Among the lines below, a stretch begins at the one with "out[2] = out[2]! + h * g2;" and ends at the one with "exact branch current". Repeat that stretch exactly, ends included.
=-=-=-=-=
/**
 * The quadrature kernel of the describing functions: integrals over one half-cycle of the
 * current a conducting branch draws when the voltage across it is u(θ) = A·sin θ − offset.
 *
 * A branch is either one Shockley junction (LED or diode, with any extra series resistance)
 * or a series string of junctions and a resistor (bridge rectifier path). Only the part of the
 * current above −I_s (i⁺ = i + I_s ≥ 0) is integrated here; the constant −I_s is added exactly
 * by the caller where it matters.
 *
 * Rule (fixed, no adaptivity, no allocation): by symmetry about θ = π/2 only [θ_low, π/2] is
 * integrated, where θ_low is the angle at which i⁺ has fallen to 1e-14 of its peak. The
 * current of a junction with series resistance, i⁺(u) = (nV_T/r)·W(·), is analytic except at
 * the branch points of W (argument −1/e), at u = u* ± iπ·nV_T with u* a little below the
 * knee. In the angle variable that singularity sits at θ_s = asin((u* + offset ± iπ·nV_T)/A).
 * Panels are graded geometrically (ratio 4, first width 2·d) away from Re θ_s in both
 * directions, d = min(|Im θ_s|, √(nV_T/A)) (the second bound resolves the Gaussian-like crest
 * far below the knee), with 12-point Gauss–Legendre on each: composite Gauss–Legendre on a
 * mesh graded towards a nearby complex singularity (Davis & Rabinowitz, "Methods of Numerical
 * Integration", 2nd ed. 1984, §4.8; convergence of Gauss rules for functions analytic in a
 * Bernstein ellipse, Trefethen, "Approximation Theory and Approximation Practice", 2013,
 * Thm 19.3). About 40–90 evaluations a half-cycle; relative error ≲ 1e-10 against adaptive
 * Gauss–Kronrod (tests/circuit/loads/describingFunction.test.ts).
 */
import { gaussLegendre } from "../../math/quadrature.ts";
import { lambertWOfLogCore } from "../../math/lambertW.ts";

/** A conducting branch evaluated at a voltage: writes its current i⁺ and dI/du into `i`, `g`. */
export interface Branch {
  /** sharpness of the exponential, V: total n·V_T of the junctions in the path */
  readonly nvt: number;
  /** total series resistance of the path, Ω */
  readonly rs: number;
  /** current i⁺ at the last evalAt, A (scratch, avoids allocating a result) */
  i: number;
  /** dI/du at the last evalAt, S */
  g: number;
  /** evaluates i⁺(u) (A) and its derivative (S) into `i`, `g` */
  evalAt(u: number): void;
  /** the voltage at which i⁺ = current (≥ 0), V */
  voltageAt(current: number): number;
  /** real part of the voltage of the nearest complex singularity of i⁺(u), V (its imaginary part is π·nvt) */
  singularVoltage(): number;
}

/** One junction with extra series resistance: i⁺ = (nV_T/r)·W(·). */
export class JunctionBranch implements Branch {
  readonly nvt: number;
  readonly rs: number;
  readonly is: number;
  readonly lnIs: number;
  /** ln of the W argument at u = 0: ln(I_s·r/nV_T) + I_s·r/nV_T */
  private readonly y0: number;
  private readonly invNvt: number;
  i = 0;
  g = 0;
  constructor(is: number, nvt: number, rs: number) {
    this.is = is;
    this.nvt = nvt;
    this.rs = rs;
    this.lnIs = Math.log(is);
    this.y0 = this.lnIs + Math.log(rs / nvt) + (is * rs) / nvt;
    this.invNvt = 1 / nvt;
  }
  evalAt(u: number): void {
    const w = lambertWOfLogCore(this.y0 + u * this.invNvt);
    this.i = (this.nvt / this.rs) * w;
    this.g = w / (this.rs * (1 + w));
  }
  voltageAt(current: number): number {
    // i⁺ = I_s·e^{(u − (i⁺ − I_s) r)/nV_T} ⇒ u = nV_T ln(i⁺/I_s) + (i⁺ − I_s)·r
    return this.nvt * (Math.log(current) - this.lnIs) + (current - this.is) * this.rs;
  }
  singularVoltage(): number {
    // branch point of W at argument −1/e: ln x = −1 ± iπ
    return this.nvt * (-1 - this.lnIs - Math.log(this.rs / this.nvt)) - this.is * this.rs;
  }
}

/**
 * A series string: `count` identical junctions (I_s1, nV_T1) plus one junction (I_s2, nV_T2)
 * plus resistance r. Voltage: u(i) = a₁·ln(1 + i/I₁) + a₂·ln(1 + i/I₂) + r·i; inverted by a
 * Lambert-W start (the two logarithms merged exactly for i ≫ I₁, I₂) and Newton.
 */
export class StringBranch implements Branch {
  readonly nvt: number;
  readonly rs: number;
  readonly a1: number;
  readonly i1: number;
  readonly a2: number;
  readonly i2: number;
  readonly lnIeff: number;
  readonly ieff: number;
  i = 0;
  g = 0;
  constructor(a1: number, i1: number, a2: number, i2: number, r: number) {
    this.a1 = a1;
    this.i1 = i1;
    this.a2 = a2;
    this.i2 = i2;
    this.rs = r;
    this.nvt = a1 + a2;
    this.lnIeff = (a1 * Math.log(i1) + a2 * Math.log(i2)) / (a1 + a2);
    this.ieff = Math.exp(this.lnIeff);
  }
  singularVoltage(): number {
    // estimate from the merged single junction (the two logarithms act as one above ~I₁, I₂)
    return this.nvt * (-1 - this.lnIeff - Math.log(this.rs / this.nvt)) - this.ieff * this.rs;
  }
  voltageAt(i: number): number {
    return this.a1 * Math.log1p(i / this.i1) + this.a2 * Math.log1p(i / this.i2) + this.rs * i;
  }
  evalAt(u: number): void {
    if (u <= 0) {
      // reverse or zero: the string blocks (the bridge never applies u < 0 to a string)
      this.i = 0;
      this.g = 1 / (this.a1 / this.i1 + this.a2 / this.i2 + this.rs);
      return;
    }
    const w = lambertWOfLogCore(this.lnIeff + Math.log(this.rs / this.nvt) + (u + this.ieff * this.rs) / this.nvt);
    let i = Math.max(0, (this.nvt / this.rs) * w - this.ieff);
    let dvdi = 1;
    for (let k = 0; k < 30; k++) {
      const f = this.voltageAt(i) - u;
      dvdi = this.a1 / (this.i1 + i) + this.a2 / (this.i2 + i) + this.rs;
      let next = i - f / dvdi;
      if (next < 0) next = 0.5 * i; // u(i) is concave-plus-linear: stay in the domain
      const done = Math.abs(next - i) <= 1e-15 * Math.max(i, 1e-300) + 1e-300;
      i = next;
      if (done) break;
    }
    this.i = i;
    this.g = 1 / (this.a1 / (this.i1 + i) + this.a2 / (this.i2 + i) + this.rs);
  }
}

/** Relative current below which the tail of a half-cycle is dropped. */
export const TAIL_FRACTION = 1e-14;
const GRADING = 4;
const FIRST_PANEL = 2; // first panel width, in units of the singularity distance d
const NODES = 12;

/**
 * Integrals over θ ∈ [0, π] of the branch current at u = A·sin θ − offset, written into out:
 * out[0] = ∫ i⁺ sin θ dθ, out[1] = ∫ i⁺ dθ, out[2] = ∫ g sin²θ dθ, out[3] = ∫ g sin θ dθ,
 * out[4] = ∫ g dθ, out[5] = i⁺ at the peak (A).
 * @param br the branch; A amplitude, V, > 0; offset, V, ≥ 0 and < A for any conduction.
 */
export function halfWaveIntegrals(br: Branch, A: number, offset: number, out: Float64Array): void {
  for (let k = 0; k < 6; k++) out[k] = 0;
  const up = A - offset;
  br.evalAt(up);
  const ip = br.i;
  out[5] = ip;
  if (!(ip > 0)) return;
  const uLow = br.voltageAt(TAIL_FRACTION * ip);
  const thLow = angleOf((uLow + offset) / A);
  const half = Math.PI / 2;
  // nearest singularity θ_s = asin((u* + offset + iπ·nvt)/A); grade the panels towards Re θ_s
  const zr = (br.singularVoltage() + offset) / A;
  const zi = (Math.PI * br.nvt) / A;
  const [asinRe, asinIm] = complexAsin(zr, zi);
  const centre = Math.min(half, Math.max(thLow, asinRe));
  // scale: the singularity's distance, but no more than the crest's Gaussian width √(nvt/A)
  // (far below the knee the current is ∝ exp(A·sin θ/nvt), entire but steep)
  const d = Math.max(Math.min(Math.abs(asinIm), Math.sqrt(br.nvt / A)), 1e-12);
  // left of the centre: panels [c − w_{j+1}, c − w_j], widths growing by GRADING
  let right = centre;
  let width = FIRST_PANEL * d;
  while (right > thLow) {
    let left = right - width;
    if (left - thLow < width) left = thLow; // merge a short remainder
    panel(br, A, offset, left, right, out);
    right = left;
    width *= GRADING;
  }
  let left = centre;
  width = FIRST_PANEL * d;
  while (left < half) {
    let r = left + width;
    if (half - r < width) r = half;
    panel(br, A, offset, left, r, out);
    left = r;
    width *= GRADING;
  }
  for (let k = 0; k < 5; k++) out[k] = 2 * out[k]!;
}

/** Principal complex arcsine of x + iy as [re, im]: asin z = −i·ln(iz + √(1 − z²)). */
function complexAsin(x: number, y: number): [number, number] {
  const wr = 1 - (x * x - y * y);
  const wi = -2 * x * y;
  const m = Math.hypot(wr, wi);
  const sr = Math.sqrt(Math.max(0, (m + wr) / 2));
  const si = (wi < 0 ? -1 : 1) * Math.sqrt(Math.max(0, (m - wr) / 2));
  const ar = sr - y;
  const ai = x + si;
  return [Math.atan2(ai, ar), -Math.log(Math.hypot(ar, ai))];
}

function angleOf(s: number): number {
  if (s <= 0) return 0;
  if (s >= 1) return Math.PI / 2;
  return Math.asin(s);
}

function panel(br: Branch, A: number, offset: number, a: number, b: number, out: Float64Array): void {
  if (!(b > a)) return;
  const { nodes, weights } = gaussLegendre(NODES);
  const h = 0.5 * (b - a);
  const m = 0.5 * (a + b);
  let s1 = 0, s0 = 0, g2 = 0, g1 = 0, g0 = 0;
  for (let k = 0; k < NODES; k++) {
    const th = m + h * nodes[k]!;
    const s = Math.sin(th);
    br.evalAt(A * s - offset);
    const w = weights[k]!;
    const i = br.i;
    const g = br.g;
    s1 += w * i * s;
    s0 += w * i;
    g2 += w * g * s * s;
    g1 += w * g * s;
    g0 += w * g;
  }
  out[0] = out[0]! + h * s1;
  out[1] = out[1]! + h * s0;
  out[2] = out[2]! + h * g2;
  out[3] = out[3]! + h * g1;
  out[4] = out[4]! + h * g0;
}

/**
 * The reverse half-cycle of a junction branch (voltage −A·sin θ): out[0] = ∫₀^π i⁺ sin θ dθ,
 * out[1] = ∫₀^π i⁺ dθ, out[2] = ∫₀^π g sin²θ dθ, with i⁺ ∈ [0, I_s] the exact branch current
 * (its series drop matters when I_s·r/nV_T is not small, e.g. leaky Schottky diodes).
 * 16-point Gauss–Legendre on [0, π/2]: the integrand is smooth; far in reverse it is a
 * boundary layer of width nV_T/A at θ = 0 whose absolute error stays below I_s·nV_T/A, far
 * below any current that matters (the whole term is at most I_s).
 */
export function reverseHalfIntegrals(br: Branch, A: number, out: Float64Array): void {
  const { nodes, weights } = gaussLegendre(16);
  const h = Math.PI / 4;
  let s1 = 0, s0 = 0, g2 = 0;
  for (let k = 0; k < 16; k++) {
    const th = h + h * nodes[k]!;
    const s = Math.sin(th);
    br.evalAt(-A * s);
    const w = weights[k]!;
    s1 += w * br.i * s;
    s0 += w * br.i;
    g2 += w * br.g * s * s;
  }
  out[0] = 2 * h * s1;
  out[1] = 2 * h * s0;
  out[2] = 2 * h * g2;
}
=-=-=-=-=
◆ Your response
  out[2] = out[2]! + h * g2;
  out[3] = out[3]! + h * g1;
  out[4] = out[4]! + h * g0;
}

/**
 * The reverse half-cycle of a junction branch (voltage −A·sin θ): out[0] = ∫₀^π i⁺ sin θ dθ,
 * out[1] = ∫₀^π i⁺ dθ, out[2] = ∫₀^π g sin²θ dθ, with i⁺ ∈ [0, I_s] the exact branch current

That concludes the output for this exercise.